Exercise objective:
Output, exactly and in full, the entries that appear below.

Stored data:
BEGIN
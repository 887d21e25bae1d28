"""What the page shows of a finished run, as plain values for the templates (no formula here).

Counts come from the run's methods record, flagged rows from its findings, the key measures from
its results (labels and decimals from the output registry, classes in words), the geometry plane
from :mod:`wallstress.figures`, and for a follow-up the patients from ``wallstress.track``.
Tables are cut to their first rows; the page says how many more the downloads hold.
"""

from __future__ import annotations

import base64

import numpy as np
import pandas as pd

from wallstress.analysis.references import load_set
from wallstress.schema.display import KEY_COLUMNS, decimals, label
from wallstress.schema.vocabulary import CLINICAL_CAUTION, FROM_MEMORY_CAUTION, OUT, in_words

MAX_TABLE_ROWS = 1000
MAX_FLAGGED = 200

# the follow-up columns a clinician reads first, with what the page calls them
PATIENT_COLUMNS: tuple[tuple[str, str, int | None], ...] = (
    ("patient_id", "Patient", None),
    ("n_visits", "Visits", 0),
    ("span_years", "Years followed", 1),
    ("lv_mass_first_g", "LV mass first (g)", 0),
    ("lv_mass_last_g", "LV mass last (g)", 0),
    ("lv_mass_slope_g_per_year", "LV mass slope (g/year)", 1),
    ("lv_mass_slope_ci_low_g_per_year", "95% CI low", 1),
    ("lv_mass_slope_ci_high_g_per_year", "95% CI high", 1),
    ("mess_first_kdyn_cm2", "mESS first (kdyn/cm2)", 0),
    ("mess_last_kdyn_cm2", "mESS last (kdyn/cm2)", 0),
    ("geometry_first", "Geometry first", None),
    ("geometry_last", "Geometry last", None),
    ("verdict", "Verdict", None),
)


def _cell(value, places: int | None) -> tuple[str, str]:
    """(text shown, sort key) of one value; missing shows as an empty cell."""
    if value is None or (isinstance(value, float) and np.isnan(value)) or value is pd.NA:
        return "", ""
    if isinstance(value, pd.Timestamp):
        return ("", "") if pd.isna(value) else (value.strftime("%Y-%m-%d"),) * 2
    if places is not None and isinstance(value, int | float | np.integer | np.floating):
        return f"{float(value):.{places}f}", repr(float(value))
    text = str(value)
    return text, text


def _table(frame: pd.DataFrame, columns, max_rows: int) -> dict:
    """Header labels, rows of (text, sort key, is number) and how many rows were left out."""
    shown = frame.iloc[:max_rows]
    head, cols = [], []
    for name, heading, places in columns:
        if name in shown.columns:
            head.append(heading)
            cols.append((shown[name].tolist(), places))
    rows = [
        [(*_cell(values[i], places), places is not None) for values, places in cols]
        for i in range(len(shown))
    ]
    return {"head": head, "rows": rows, "more": max(0, len(frame) - max_rows)}


def _key_measures(analysis) -> dict:
    frame = analysis.frame()
    frame = frame.loc[:, ~frame.columns.duplicated()].copy()
    for name in (OUT.geometry,):
        if name in frame.columns:
            frame[name] = (
                frame[name].astype(object).map(lambda v: in_words(v) if isinstance(v, str) else v)
            )
    if "study_date" in frame.columns:
        frame["study_date"] = pd.to_datetime(frame["study_date"], errors="coerce")
    columns = [(c, label(c), decimals(c)) for c in KEY_COLUMNS if c in frame.columns]
    return _table(frame, columns, MAX_TABLE_ROWS)


def _flagged(analysis) -> dict:
    f = analysis.findings
    f = f[(f["row"] >= 0) & (f["severity"].astype(str) != "note")]
    ids = analysis.canonical.get("study_id")
    rows = []
    for r in f.iloc[:MAX_FLAGGED].itertuples(index=False):
        study = "" if ids is None or pd.isna(ids.iloc[r.row]) else str(ids.iloc[r.row])
        rows.append(
            {
                "row": int(r.row) + 1,
                "study": study,
                "severity": str(r.severity),
                "column": str(r.column),
                "value": str(r.value),
                "message": str(r.message),
            }
        )
    notes = analysis.findings[analysis.findings["row"] < 0]
    return {
        "rows": rows,
        "more": max(0, len(f) - MAX_FLAGGED),
        "about_columns": [
            {"severity": str(n.severity), "column": str(n.column), "message": str(n.message)}
            for n in notes.itertuples(index=False)
        ],
    }


def _plane_png(analysis, options) -> str:
    """The geometry plane as a base64 PNG (inline in the page; no request)."""
    from wallstress.figures.geometry_plane import geometry_plane
    from wallstress.figures.save import to_png

    frame = analysis.frame()
    frame = frame.loc[:, ~frame.columns.duplicated()]
    try:
        refset = load_set(options.reference)
    except Exception:  # the run already read it; a figure without cut-offs rather than none
        refset = None
    fig = geometry_plane(frame, refset)
    return base64.b64encode(to_png(fig)).decode("ascii")


def _geometry_counts(analysis) -> list[tuple[str, int]]:
    g = analysis.outputs.get(OUT.geometry)
    if g is None:
        return []
    counts = g.astype(object).where(g.notna(), "").value_counts()
    return [(in_words(k) if k else "not decided", int(v)) for k, v in counts.items()]


def summarise(results, tracking, options) -> dict:
    """Everything the results page shows of one run (``results``: the JobResult of
    ``analyse_file``; ``tracking``: ``wallstress.track`` of it, or None)."""
    analysis = results.analysis
    counts = analysis.methods.get("counts", {})
    out = {
        "counts": [
            ("Rows read", counts.get("rows", analysis.n_rows)),
            ("Studies", counts.get("studies", analysis.n_rows)),
            ("Rows flagged (warning or error)", counts.get("rows_flagged", 0)),
            ("Rows with an error", counts.get("rows_with_errors", 0)),
            ("Rows that are not studies", counts.get("rows_not_studies", 0)),
            ("Studies without LV mass", counts.get("rows_without_lv_mass", 0)),
            ("Studies without a geometry class", counts.get("rows_without_geometry", 0)),
        ],
        "classes": _geometry_counts(analysis),
        "flagged": _flagged(analysis),
        "measures": _key_measures(analysis),
        "plane_png": _plane_png(analysis, options),
        "options": analysis.methods.get("options", {}),
        "cautions": [CLINICAL_CAUTION, FROM_MEMORY_CAUTION],
        "unverified": list(analysis.methods.get("unverified", [])),
        "patients": None,
        "imports": [],  # a cohort store's imports (set by the cohort run)
        "open_proposals": 0,
    }
    if tracking is not None:
        p = tracking.patients.copy()
        for c in ("geometry_first", "geometry_last"):
            if c in p.columns:
                p[c] = p[c].astype(object).map(lambda v: in_words(v) if isinstance(v, str) else v)
        out["patients"] = _table(p, PATIENT_COLUMNS, MAX_TABLE_ROWS)
        verdicts = p["verdict"].astype(str).value_counts() if "verdict" in p.columns else {}
        out["verdicts"] = [(str(k), int(v)) for k, v in verdicts.items()]
    return out
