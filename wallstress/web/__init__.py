"""``wallstress serve``: a local web page for people who do not use a command line.

The page runs the same jobs as the command line (:mod:`wallstress.jobs`): no second pipeline and
no formula here. :mod:`.runs` keeps each upload's job in its own private folder, :mod:`.summary`
turns a finished job into what the page shows, :mod:`.app` is the Starlette application (routes,
security headers, CSRF, upload limit) and :mod:`.server` starts it under uvicorn. Templates and
static files are bundled; the page loads nothing from the network.
"""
END
Solution to the exercise:
repository 887d21e25bae1d28
"""What the page shows of a finished run, as plain values for the templates (no formula here).

Counts come from the run's methods record, flagged rows from its findings, the key measures from
its results (labels and decimals from the output registry, classes in words), the geometry plane
from :mod:`wallstress.figures`, and for a follow-up the patients from ``wallstress.track``.
Tables are cut to their first rows; the page says how many more the downloads hold.
"""

from __future__ import annotations

import base64

import numpy as np
import pandas as pd

from wallstress.analysis.references import load_set
from wallstress.schema.display import KEY_COLUMNS, decimals, label
from wallstress.schema.vocabulary import CLINICAL_CAUTION, FROM_MEMORY_CAUTION, OUT, in_words

MAX_TABLE_ROWS = 1000
MAX_FLAGGED = 200

# the follow-up columns a clinician reads first, with what the page calls them
PATIENT_COLUMNS: tuple[tuple[str, str, int | None], ...] = (
    ("patient_id", "Patient", None),
    ("n_visits", "Visits", 0),
    ("span_years", "Years followed", 1),
    ("lv_mass_first_g", "LV mass first (g)", 0),
    ("lv_mass_last_g", "LV mass last (g)", 0),
    ("lv_mass_slope_g_per_year", "LV mass slope (g/year)", 1),
    ("lv_mass_slope_ci_low_g_per_year", "95% CI low", 1),
    ("lv_mass_slope_ci_high_g_per_year", "95% CI high", 1),
    ("mess_first_kdyn_cm2", "mESS first (kdyn/cm2)", 0),
    ("mess_last_kdyn_cm2", "mESS last (kdyn/cm2)", 0),
    ("geometry_first", "Geometry first", None),
    ("geometry_last", "Geometry last", None),
    ("verdict", "Verdict", None),
)


def _cell(value, places: int | None) -> tuple[str, str]:
    """(text shown, sort key) of one value; missing shows as an empty cell."""
    if value is None or (isinstance(value, float) and np.isnan(value)) or value is pd.NA:
        return "", ""
    if isinstance(value, pd.Timestamp):
        return ("", "") if pd.isna(value) else (value.strftime("%Y-%m-%d"),) * 2
    if places is not None and isinstance(value, int | float | np.integer | np.floating):
        return f"{float(value):.{places}f}", repr(float(value))
    text = str(value)
    return text, text


def _table(frame: pd.DataFrame, columns, max_rows: int) -> dict:
    """Header labels, rows of (text, sort key, is number) and how many rows were left out."""
    shown = frame.iloc[:max_rows]
    head, cols = [], []
    for name, heading, places in columns:
        if name in shown.columns:
            head.append(heading)
            cols.append((shown[name].tolist(), places))
    rows = [
        [(*_cell(values[i], places), places is not None) for values, places in cols]
        for i in range(len(shown))
    ]
    return {"head": head, "rows": rows, "more": max(0, len(frame) - max_rows)}


def _key_measures(analysis) -> dict:
    frame = analysis.frame()
    frame = frame.loc[:, ~frame.columns.duplicated()].copy()
    for name in (OUT.geometry,):
        if name in frame.columns:
            frame[name] = (
                frame[name].astype(object).map(lambda v: in_words(v) if isinstance(v, str) else v)
            )
    if "study_date" in frame.columns:
        frame["study_date"] = pd.to_datetime(frame["study_date"], errors="coerce")
    columns = [(c, label(c), decimals(c)) for c in KEY_COLUMNS if c in frame.columns]
    return _table(frame, columns, MAX_TABLE_ROWS)


def _flagged(analysis) -> dict:
    f = analysis.findings
    f = f[(f["row"] >= 0) & (f["severity"].astype(str) != "note")]
    ids = analysis.canonical.get("study_id")
    rows = []
    for r in f.iloc[:MAX_FLAGGED].itertuples(index=False):
        study = "" if ids is None or pd.isna(ids.iloc[r.row]) else str(ids.iloc[r.row])
        rows.append(
            {
                "row": int(r.row) + 1,
                "study": study,
                "severity": str(r.severity),
                "column": str(r.column),
                "value": str(r.value),
                "message": str(r.message),
            }
        )
    notes = analysis.findings[analysis.findings["row"] < 0]
    return {
        "rows": rows,
        "more": max(0, len(f) - MAX_FLAGGED),
        "about_columns": [
            {"severity": str(n.severity), "column": str(n.column), "message": str(n.message)}
            for n in notes.itertuples(index=False)
        ],
    }


def _plane_png(analysis, options) -> str:
    """The geometry plane as a base64 PNG (inline in the page; no request)."""
    from wallstress.figures.geometry_plane import geometry_plane
    from wallstress.figures.save import to_png

    frame = analysis.frame()
    frame = frame.loc[:, ~frame.columns.duplicated()]
    try:
        refset = load_set(options.reference)
    except Exception:  # the run already read it; a figure without cut-offs rather than none
        refset = None
    fig = geometry_plane(frame, refset)
    return base64.b64encode(to_png(fig)).decode("ascii")


def _geometry_counts(analysis) -> list[tuple[str, int]]:
    g = analysis.outputs.get(OUT.geometry)
    if g is None:
        return []
    counts = g.astype(object).where(g.notna(), "").value_counts()
    return [(in_words(k) if k else "not decided", int(v)) for k, v in counts.items()]


def summarise(results, tracking, options) -> dict:
    """Everything the results page shows of one run (``results``: the JobResult of
    ``analyse_file``; ``tracking``: ``wallstress.track`` of it, or None)."""
    analysis = results.analysis
    counts = analysis.methods.get("counts", {})
    out = {
        "counts": [
            ("Rows read", counts.get("rows", analysis.n_rows)),
            ("Studies", counts.get("studies", analysis.n_rows)),
            ("Rows flagged (warning or error)", counts.get("rows_flagged", 0)),
            ("Rows with an error", counts.get("rows_with_errors", 0)),
            ("Rows that are not studies", counts.get("rows_not_studies", 0)),
            ("Studies without LV mass", counts.get("rows_without_lv_mass", 0)),
            ("Studies without a geometry class", counts.get("rows_without_geometry", 0)),
        ],
        "classes": _geometry_counts(analysis),
        "flagged": _flagged(analysis),
        "measures": _key_measures(analysis),
        "plane_png": _plane_png(analysis, options),
        "options": analysis.methods.get("options", {}),
        "cautions": [CLINICAL_CAUTION, FROM_MEMORY_CAUTION],
        "unverified": list(analysis.methods.get("unverified", [])),
        "patients": None,
        "imports": [],  # a cohort store's imports (set by the cohort run)
        "open_proposals": 0,
    }
    if tracking is not None:
        p = tracking.patients.copy()
        for c in ("geometry_first", "geometry_last"):
            if c in p.columns:
                p[c] = p[c].astype(object).map(lambda v: in_words(v) if isinstance(v, str) else v)
        out["patients"] = _table(p, PATIENT_COLUMNS, MAX_TABLE_ROWS)
        verdicts = p["verdict"].astype(str).value_counts() if "verdict" in p.columns else {}
        out["verdicts"] = [(str(k), int(v)) for k, v in verdicts.items()]
    return out
filename wallstress/web/__init__.py
"""``wallstress serve``: a local web page for people who do not use a command line.

The page runs the same jobs as the command line (:mod:`wallstress.jobs`): no second pipeline and
no formula here. :mod:`.runs` keeps each upload's job in its own private folder, :mod:`.summary`
turns a finished job into what the page shows, :mod:`.app` is the Starlette application (routes,
security headers, CSRF, upload limit) and :mod:`.server` starts it under uvicorn. Templates and
static files are bundled; the page loads nothing from the network.
"""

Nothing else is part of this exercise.